Net written premiums for the quarter rose 3.8% from the prior-year period to $126.2 billion.
The industry's combined ratio improved to 91.8% during the third quarter of 2013 from 98.5% in the third quarter of 2012, the lowest level since the 90.6% for the third quarter of 2006 and 13.9 percentage points below the 105.7% average for the third quarter based on quarterly records extending back to 1986.
For the industry overall, net gains on underwriting grew to $8.2 billion in this year's third quarter from $200 million in the third quarter of 2012. Investment income slipped 2.9% from the year-ago period to $11.1 billion.
“In third quarter 2013, the industry achieved its 14th successive quarter of growth in written premiums following 12 quarters of declines, and earned premiums have now risen for 13 successive quarters,” said Robert Gordon, PCI's senior vice president for policy development and research, in a statement. “The growth in earned premiums and the drop in loss and loss adjustment expenses were the biggest contributors to improvement in insurers' overall results in third quarter 2013.”

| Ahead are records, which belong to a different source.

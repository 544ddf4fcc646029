"""A finding as text for people: the answer first, then what it rests on, then the cautions."""

from rich.console import Group, RenderableType
from rich.padding import Padding
from rich.table import Table
from rich.text import Text

from twlocate.locating import Finding
from twlocate.position import Estimate, Piece
from twlocate.reporting.cautions import cautions_for
from twlocate.reporting.document import utc_text
from twlocate.reporting.lengths import Scale, length_scale, time_scale, two_digits
from twlocate.routes import Route

BUDGET_ROWS = 6
PLACE_ROWS = 8
SMALL_PROBABILITY = 0.005


def finding_text(finding: Finding) -> RenderableType:
    """Return the finding as something rich can print."""
    parts: list[RenderableType] = [Text(finding.case.title, style="bold")] if finding.case.title else []
    if finding.estimate:
        parts += _answer(finding.estimate, finding.case.route)
        parts += _places(finding)
    else:
        parts.append(Text(f"No position: {finding.reason}", style="bold"))
    parts += [_arrivals(finding)]
    if finding.estimate:
        parts.append(_budget(finding.estimate, finding.case.route))
    parts += [_checks(finding), *_repairs(finding), _cautions(finding)]
    return Group(*(Padding(part, (0, 0, 1, 0)) for part in parts))


def _scale(found: Estimate, route: Route) -> Scale:
    longest = max(section.length.value for section in route.sections)
    return length_scale(longest, found.point.u_m)


def _answer(found: Estimate, route: Route) -> list[RenderableType]:
    scale = _scale(found, route)
    section = route.sections[found.point.section]
    lines = [
        Text.assemble(
            ("Look at ", ""),
            (f"{scale(found.point.distance_m)} from {section.from_node}", "bold"),
            f" in {section.name} (standard uncertainty {scale(found.point.u_m)})",
        ),
        *(_band_line(piece, found, route, scale) for piece in found.band),
    ]
    answer: list[RenderableType] = [Group(*lines)]
    if len(found.alternatives) > 1 or not found.in_one_run:
        answer.append(_alternatives(found, route, scale))
    return answer


def _band_line(piece: Piece, found: Estimate, route: Route, scale: Scale) -> Text:
    section = route.sections[piece.section]
    back = section.length.value
    return Text(
        f"{found.coverage:.0%} band: {scale.number(piece.from_m)} to {scale(piece.to_m)} from {section.from_node} "
        f"({scale.number(back - piece.to_m)} to {scale(back - piece.from_m)} from {section.to_node})"
    )


def _alternatives(found: Estimate, route: Route, scale: Scale) -> Table:
    table = _table("Alternatives", "probability", "section", "from", "distance", "attribution")
    for row in found.alternatives:
        section = route.sections[row.point.section]
        distance = f"{scale.number(row.point.distance_m)} ± {scale(row.point.u_m)}"
        table.add_row(f"{row.probability:.1%}", section.name, section.from_node, distance, row.attribution)
    return table


def _places(finding: Finding) -> list[RenderableType]:
    likely = [place for place in finding.places if place.probability >= SMALL_PROBABILITY][:PLACE_ROWS]
    if not likely or finding.estimate is None:
        return []
    scale = _scale(finding.estimate, finding.case.route)
    table = _table("Nearest places, most probable first", "place", "section", "distance", "probability", "lat, lon")
    for place in likely:
        section = finding.case.route.sections[place.section]
        where = "" if place.lat is None or place.lon is None else f"{place.lat:.6f}, {place.lon:.6f}"
        distance = f"{scale(place.distance_m)} from {section.from_node}"
        table.add_row(place.name, section.name, distance, f"{place.probability:.0%}", where)
    return [table]


def _arrivals(finding: Finding) -> Table:
    zero = utc_text(finding.zero_ns)
    title = f"Arrivals, after {zero}" if zero else "Arrivals, from the start of the recording"
    table = _table(title, "terminal", "wave", "time", "u", "sign", "SNR", "taken for", "residual")
    arrivals = [(o, arrival) for o in finding.observations for arrival in o.picks.arrivals]
    for index, ((observation, arrival), reading) in enumerate(zip(arrivals, finding.readings, strict=True)):
        scale = time_scale(reading.time_s, reading.u_s)
        small = time_scale(reading.u_s, reading.u_s)
        fit = finding.estimate.fits.get(index) if finding.estimate else None
        table.add_row(
            observation.terminal.node,
            observation.wave.name,
            scale(reading.time_s),
            small(reading.u_s),
            "+" if arrival.polarity > 0 else "−",
            f"{arrival.snr_db:.0f} dB",
            fit.path if fit else "not used",
            small(fit.residual_s) if fit else "",
        )
    return table


def _budget(found: Estimate, route: Route) -> Table:
    table = _table("What the uncertainty is made of", "input", "u", "sensitivity", "contribution")
    scale = _scale(found, route)
    for row in found.budget[:BUDGET_ROWS]:
        u = f"{two_digits(row.u)} {row.unit}" if row.unit != "s" else time_scale(row.u, row.u)(row.u)
        table.add_row(row.input, u, f"{row.sensitivity:.3g} m per {row.unit}", scale(row.metres))
    rest = found.budget[BUDGET_ROWS:]
    if rest:
        table.add_row(f"{len(rest)} more", "", "", scale(sum(row.metres**2 for row in rest) ** 0.5))
    table.add_row("together", "", "", scale(found.point.u_m), style="bold")
    return table


def _checks(finding: Finding) -> Table:
    table = _table("Checks", "", "check", "what was seen")
    for gate in finding.checks:
        table.add_row("ok" if gate.passed else "mind", gate.name, gate.detail, style=None if gate.passed else "bold")
    return table


def _repairs(finding: Finding) -> list[RenderableType]:
    rows = [(o.record.path.name, repair) for o in finding.observations for repair in o.record.repairs]
    if not rows:
        return []
    table = _table("Repairs made in reading", "file", "what", "where", "assumed", "how sure")
    for file, repair in rows:
        table.add_row(file, repair.what, repair.where, repair.assumed, repair.confidence)
    return [table]


def _cautions(finding: Finding) -> Table:
    table = _table("Cautions", "", "")
    table.show_header = False
    for number, caution in enumerate(cautions_for(finding.case.kind), 1):
        table.add_row(str(number), caution)
    return table


def _table(title: str, *columns: str) -> Table:
    table = Table(*columns, title=title, title_justify="left", title_style="bold", box=None, pad_edge=False)
    table.padding = (0, 2, 0, 0)
    return table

The insurers' net income after taxes during the first nine months of 2013 rose 54.7% from the prior-year period to $43 billion.

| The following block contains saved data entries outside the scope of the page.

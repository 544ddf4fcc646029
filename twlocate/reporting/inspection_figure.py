"""A figure of all channels, one panel each, thinned to extremes so that 10⁷ samples draw at once."""

import os
import tempfile
import warnings
from collections.abc import Sequence
from pathlib import Path
from typing import TYPE_CHECKING

import numpy as np

from twlocate.arrays import FloatArray
from twlocate.errors import RecordError
from twlocate.records import Channel, Record, StatusChannel, Stretch

if TYPE_CHECKING:
    from matplotlib.axes import Axes
    from matplotlib.figure import Figure

BINS = 1500
"""Columns of extremes across a panel: about the pixels it has."""
ENDINGS = (".png", ".pdf", ".svg")
WIDTH_IN, PANEL_IN, MARGIN_IN = 11.0, 0.85, 1.1
MAX_PANELS = 200
MAX_STATUS = 40
INK, STATUS_INK, TRIGGER_INK = "#1f3a5f", "#8a4b08", "#b00020"


def write_inspection_figure(records: Sequence[Record], path: Path) -> None:
    """Draw every channel of `records` into a file, complete or not at all.

    Raises
    ------
    RecordError
        The ending is of no drawing format, there are too many channels, or the file cannot be written.
    """
    if path.suffix.lower() not in ENDINGS:
        raise RecordError(f"{path}: a figure is written to one of {' '.join(ENDINGS)}")
    panels = sum(len(record.channels) + bool(changing(record)) for record in records)
    if panels > MAX_PANELS:
        raise RecordError(f"{path}: {panels} channels do not fit one figure of {MAX_PANELS}; give fewer files")
    try:
        handle, passing = tempfile.mkstemp(dir=path.parent, prefix=f".{path.name}.", suffix=path.suffix)
    except OSError as error:
        raise RecordError(f"{path}: cannot be written ({error.strerror})") from None
    os.close(handle)
    try:
        with warnings.catch_warnings():
            warnings.filterwarnings("ignore", "Glyph .* missing")  # a name in letters the font lacks shows as boxes
            inspection_figure(records, panels).savefig(passing, dpi=110)
        Path(passing).chmod(0o644)
        Path(passing).replace(path)
    finally:
        Path(passing).unlink(missing_ok=True)


def inspection_figure(records: Sequence[Record], panels: int) -> "Figure":
    """Return the figure: the panels of each record under its name, one time axis a record."""
    from matplotlib.figure import Figure

    figure = Figure(figsize=(WIDTH_IN, MARGIN_IN + PANEL_IN * panels), layout="constrained")
    axes = iter(figure.subplots(panels, 1, squeeze=False)[:, 0])
    for record in records:
        _draw_record(record, axes)
    figure.align_ylabels()
    return figure


def changing(record: Record) -> list[StatusChannel]:
    """Return the status channels that change, at most `MAX_STATUS` of them."""
    return [channel for channel in record.status if np.any(channel.states != channel.states[0])][:MAX_STATUS]


def _draw_record(record: Record, axes: "Sequence[Axes] | object") -> None:
    status = changing(record)
    own = [next(axes) for _ in range(len(record.channels) + bool(status))]  # type: ignore[call-overload]
    for panel, channel in zip(own, record.channels, strict=False):
        _draw_channel(panel, record, channel)
    if status:
        _draw_status(own[-1], record, status)
    ends = [(s.start_s, s.start_s + s.span_s) for s in record.stretches]
    for panel in own:
        panel.sharex(own[0])
        panel.tick_params(labelsize=7, labelbottom=panel is own[-1])
        panel.grid(axis="x", color="0.9", linewidth=0.6)
        panel.spines[["top", "right"]].set_visible(False)
        if record.trigger_s is not None:
            panel.axvline(record.trigger_s, color=TRIGGER_INK, linewidth=0.9, linestyle=":", zorder=3)
    left, right = min(start for start, _ in ends), max(end for _, end in ends)
    own[0].set_xlim(left, right if right > left else left + 1.0 / record.stretches[0].rate_hz)
    title = f"{record.path.name}   {record.station}"
    own[0].set_title(title, loc="left", fontsize=9, fontweight="bold", parse_math=False)
    dotted = " (dotted: trigger)" if record.trigger_s is not None else ""
    own[-1].set_xlabel(f"time from the record's start, s{dotted}", fontsize=8)


def _draw_channel(panel: "Axes", record: Record, channel: Channel) -> None:
    for stretch in record.stretches:
        times, samples = envelope(stretch, channel.samples, BINS)
        panel.plot(times + channel.skew_s, samples, color=INK, linewidth=0.7)
    label = f"{channel.name}\n{channel.unit}" if channel.unit else channel.name
    panel.set_ylabel(label, rotation=0, ha="right", va="center", fontsize=8, parse_math=False)


def envelope(stretch: Stretch, samples: FloatArray, bins: int) -> tuple[FloatArray, FloatArray]:
    """Return a line through the least and greatest sample of each bin; all samples where there are few.

    Parameters
    ----------
    stretch
        The stretch to draw.
    samples
        All samples of the record, NaN where missing.
    bins
        Number of bins.

    Returns
    -------
    times, values
        Shape (2 * bins,), or the stretch's own samples where it has no more than that.
    """
    inside = samples[stretch.first : stretch.stop]
    if stretch.count <= 2 * bins:
        return stretch.times_s(), inside
    edges = np.linspace(0, stretch.count, bins, endpoint=False).astype(np.int64)
    if stretch.stamps_s is None:
        starts = stretch.start_s + edges / stretch.rate_hz
    else:
        starts = stretch.stamps_s[edges]
    extremes = np.stack([np.fmin.reduceat(inside, edges), np.fmax.reduceat(inside, edges)], axis=1)
    return np.repeat(starts, 2), extremes.ravel()


def _draw_status(panel: "Axes", record: Record, status: Sequence[StatusChannel]) -> None:
    """Draw a bar for each time a changing status channel is 1."""
    for row, channel in enumerate(status):
        for stretch in record.stretches:
            panel.broken_barh(_ones(stretch, channel), (row - 0.35, 0.7), color=STATUS_INK)
    names = [channel.name for channel in status]
    panel.set_yticks(range(len(names)), names, fontsize=min(7.0, 60.0 / len(names)), parse_math=False)
    panel.set_ylim(len(status) - 0.5, -0.5)


def _ones(stretch: Stretch, channel: StatusChannel) -> list[tuple[float, float]]:
    """Return (start, duration) of each run of ones."""
    edges = np.flatnonzero(np.diff(channel.states[stretch.first : stretch.stop], prepend=0, append=0))
    step = 1.0 / stretch.rate_hz
    times = stretch.start_s + edges * step if stretch.stamps_s is None else np.append(
        stretch.stamps_s, stretch.stamps_s[-1] + step
    )[edges]  # fmt: skip
    return [(float(start), float(stop - start)) for start, stop in zip(times[::2], times[1::2], strict=True)]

Net written premiums for the first nine months of 2013 rose 4.2% over the year-ago period to $363.4 billion. Nine-month investment income fell 2.9% to $34.3 billion.
The group's combined ratio improved to 95.8% for the for the first nine months of 2013 from 100.7% in the year-ago period.
“Growth in overall net written premiums held fairly steady, accelerating only slightly to 4.2% in nine months 2013 from 4.1% in nine months 2012,” said Michael R. Murray, ISO's assistant vice president for financial analysis, in the statement. “But written premiums through nine months haven't grown this rapidly since 2006, when they rose 5.1% compared with their level a year earlier.”